Tanıtım yazısında belirtildiği gibi, noktalama işaretinin hiç kullanılmadığı, içerik olarak da okunması zor bir metin. Genelde okumalarımda çok hafif enstrümental müzik dinlememe rağmen bu eseri mutlak bir sessizlik içinde okudum! İnsan varoluşunun özünü, Tanrı'yı, ölümü sorgulayan eser , Pim'den önce, Pim ile birlikte ve Pim'den sonra olmak üzere üç bölüme ayrılmış. Pim'i,anlatıcı olmasına rağmen, adeta kendi varoluşuna yabancılaşıp ('alienation' terimini kullanmak yerinde olur sanıyorum) olan biteni dışarıdan izleyen bir göz olarak algıladım okurken.
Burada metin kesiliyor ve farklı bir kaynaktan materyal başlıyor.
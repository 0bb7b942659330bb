import { useQuery } from '@tanstack/react-query';
import { Plus, Route, Upload, Wallet } from 'lucide-react';
import { ADMINS, READERS, TRACK_WRITERS, UNDERWRITERS } from '#contract/roles.ts';
import type { Session } from '#contract/session.ts';
import { MoneyCard, MoneyStrip } from '../features/home/components/money-card.tsx';
import { RecentRunsCard } from '../features/home/components/recent-runs-card.tsx';
import { ScenariosCard } from '../features/home/components/scenarios-card.tsx';
import { WaitingCard } from '../features/home/components/waiting-card.tsx';
import {
  homeBalanceQuery,
  recentPortfoliosQuery,
  recentRunsQuery,
  recentScenariosQuery,
} from '../features/home/home-queries.ts';
import { waitingItems } from '../features/home/waiting.ts';
import { holdsOneOf, useSession } from '../features/session/session-queries.ts';
import { clock, day, longDay } from '../lib/dates.ts';
import { countInWords } from '../lib/numbers.ts';
import { useNow } from '../lib/use-now.ts';
import { paths } from '../paths.ts';
import { ButtonLink } from '../ui/button.tsx';
import { Page } from '../ui/page.tsx';

export { RouteError as ErrorBoundary } from './route-error.tsx';

const CRUMBS = [{ label: 'Home' }];
const firstName = (session: Session) => session.person.name.split(' ')[0] ?? session.person.name;

/** What a person sees first is decided by what they do here. */
export function Component() {
  const session = useSession();
  if (!holdsOneOf(session, READERS)) return <AdminHome session={session} />;
  return <WorkHome session={session} />;
}

function WorkHome({ session }: { session: Session }) {
  const now = useNow(60_000);
  const runs = useQuery(recentRunsQuery());
  const portfolios = useQuery(recentPortfoliosQuery());
  const scenarios = useQuery(recentScenariosQuery());
  const balance = useQuery(homeBalanceQuery());
  const canWrite = holdsOneOf(session, UNDERWRITERS);
  const modeler = session.roles.includes('modeler');
  const runItems = runs.data?.items ?? [];
  const waiting = canWrite ? waitingItems(portfolios.data?.items ?? [], runs.data ? runItems : null, now) : [];
  const working = runItems.filter((run) => run.state === 'waiting' || run.state === 'working').length;
  const lastFinished = runItems.map((run) => run.finishedAt).find((at) => at !== null);

  // Nothing is said of what waits before it is known.
  const isReading = portfolios.isPending || runs.isPending;
  const title =
    !canWrite || isReading
      ? `Good to see you, ${firstName(session)}`
      : waiting.length === 0
        ? `Nothing waits for you, ${firstName(session)}`
        : `${countInWords(waiting.length)} ${waiting.length === 1 ? 'thing waits' : 'things wait'} for you, ${firstName(session)}`;
  const runsSentence =
    working === 0
      ? lastFinished && `The last run finished ${day(lastFinished)} ${clock(lastFinished)} UTC.`
      : `${countInWords(working)} ${working === 1 ? 'run is' : 'runs are'} working; nothing needs you there.`;

  return (
    <Page
      title="Home"
      heading={title}
      crumbs={CRUMBS}
      sub={
        <span>
          {longDay(now)}. {runsSentence}
        </span>
      }
      actions={
        canWrite && (
          <>
            {modeler ? (
              <ButtonLink to={paths.newScenario()} icon={Route}>
                New scenario
              </ButtonLink>
            ) : (
              <ButtonLink to={paths.uploadSchedule()} icon={Upload}>
                Upload a schedule
              </ButtonLink>
            )}
            <ButtonLink to={paths.newRun()} icon={Plus}>
              New run
            </ButtonLink>
          </>
        )
      }
    >
      <div className="grid items-start gap-4 wide:grid-cols-[minmax(0,1fr)_356px]">
        <div className="flex min-w-0 flex-col gap-4">
          {canWrite && (
            <WaitingCard
              items={waiting}
              loading={isReading}
              quiet={
                portfolios.data?.items.length === 0
                  ? 'Start by uploading a schedule of locations; you will be led through columns, checks and the seal.'
                  : 'Drafts to finish, held rows and fresh results will stand here.'
              }
            />
          )}
          <RecentRunsCard
            runs={runItems}
            loading={runs.isPending}
            error={runs.error}
            onRetry={() => runs.refetch()}
            now={now}
            withResults
          />
        </div>
        <div className="flex min-w-0 flex-col gap-4">
          <ScenariosCard
            scenarios={scenarios.data?.items ?? []}
            loading={scenarios.isPending}
            error={scenarios.error}
            onRetry={() => scenarios.refetch()}
            canWrite={holdsOneOf(session, TRACK_WRITERS)}
          />
          <MoneyCard balance={balance.data} error={balance.error} onRetry={() => balance.refetch()} />
        </div>
      </div>
    </Page>
  );
}

function AdminHome({ session }: { session: Session }) {
  const now = useNow(60_000);
  const runs = useQuery(recentRunsQuery());
  const balance = useQuery(homeBalanceQuery());
  return (
    <Page
      title="Home"
      heading={`Good to see you, ${firstName(session)}`}
      crumbs={CRUMBS}
      sub={<span>{longDay(now)}. Runs and money; account admins see no site data.</span>}
      actions={
        holdsOneOf(session, ADMINS) && (
          <ButtonLink variant="filled" icon={Wallet} to={paths.billing()}>
            Top up
          </ButtonLink>
        )
      }
    >
      <MoneyStrip balance={balance.data} error={balance.error} onRetry={() => balance.refetch()} />
      <RecentRunsCard
        runs={runs.data?.items ?? []}
        loading={runs.isPending}
        error={runs.error}
        onRetry={() => runs.refetch()}
        now={now}
        withResults={false}
      />
    </Page>
  );
}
Yer yer mizahi bir dilin kullanıldığı, düz yazıdan çok bir şiir tarzına sahip eser... Beckett'in devamlı olarak kullandığı 'çamur' metaforu hayatı (Pim'e göre hiçliği) tanımlıyor: "...yüz çamurun içinde ağız açık çamur ağza doluyor susuzluk kayboluyor insanlığa dönülüyor yeniden"... Samuel Beckett'in edebi dehasına bir kez daha hayran olmadan edemiyor insan...
"sonra elveda demeden gideceksin temelli bu devir devirler kapanacak böylece ya da tükenen sen olacaksın yanlızca..."
İmgelerin dolup taştığı Beckett romanı. Herhangi bir konu birliği, noktalama işaretleri barındırmayan, tekrarlamaların ağırlıkta olduğu romanda özellikle; çamur ve çuval imgelerinin taşıdığı metaforların neler olabileceğini keşfetmek adına kendimi pek zorlasam da Beckett tarafından yer yer çuvallanışım nedeniyle net hiç bir şey söyleyemiyorum.
Romanın tekrarlayan işleyişinde, yaşam koşullarının çetin mücadelesine yapılan atıflar olduğu kadar, anıların ve ölümün de geçmiş ve geleceğe yönelik bir anıştırma olduğunu ifade edebiliriz.
Pim'den önce pim ile birlikte ve pim'den sonra bölümleri aslında ölüm ve yaşamın çizgilerini belirleyen hususlar gibi görünmekte. Anlatıcı olduğu rivayet edilen Pim, anlatıcı olmaktan ziyade anlatıcının teneffüs ettiği yaşamın ta kendisi olması muhtemel.
Özet geçmem gerekirse; varlık, hiçin üzerindeki solgun bir lekedir.
Peki, acaba nasıl?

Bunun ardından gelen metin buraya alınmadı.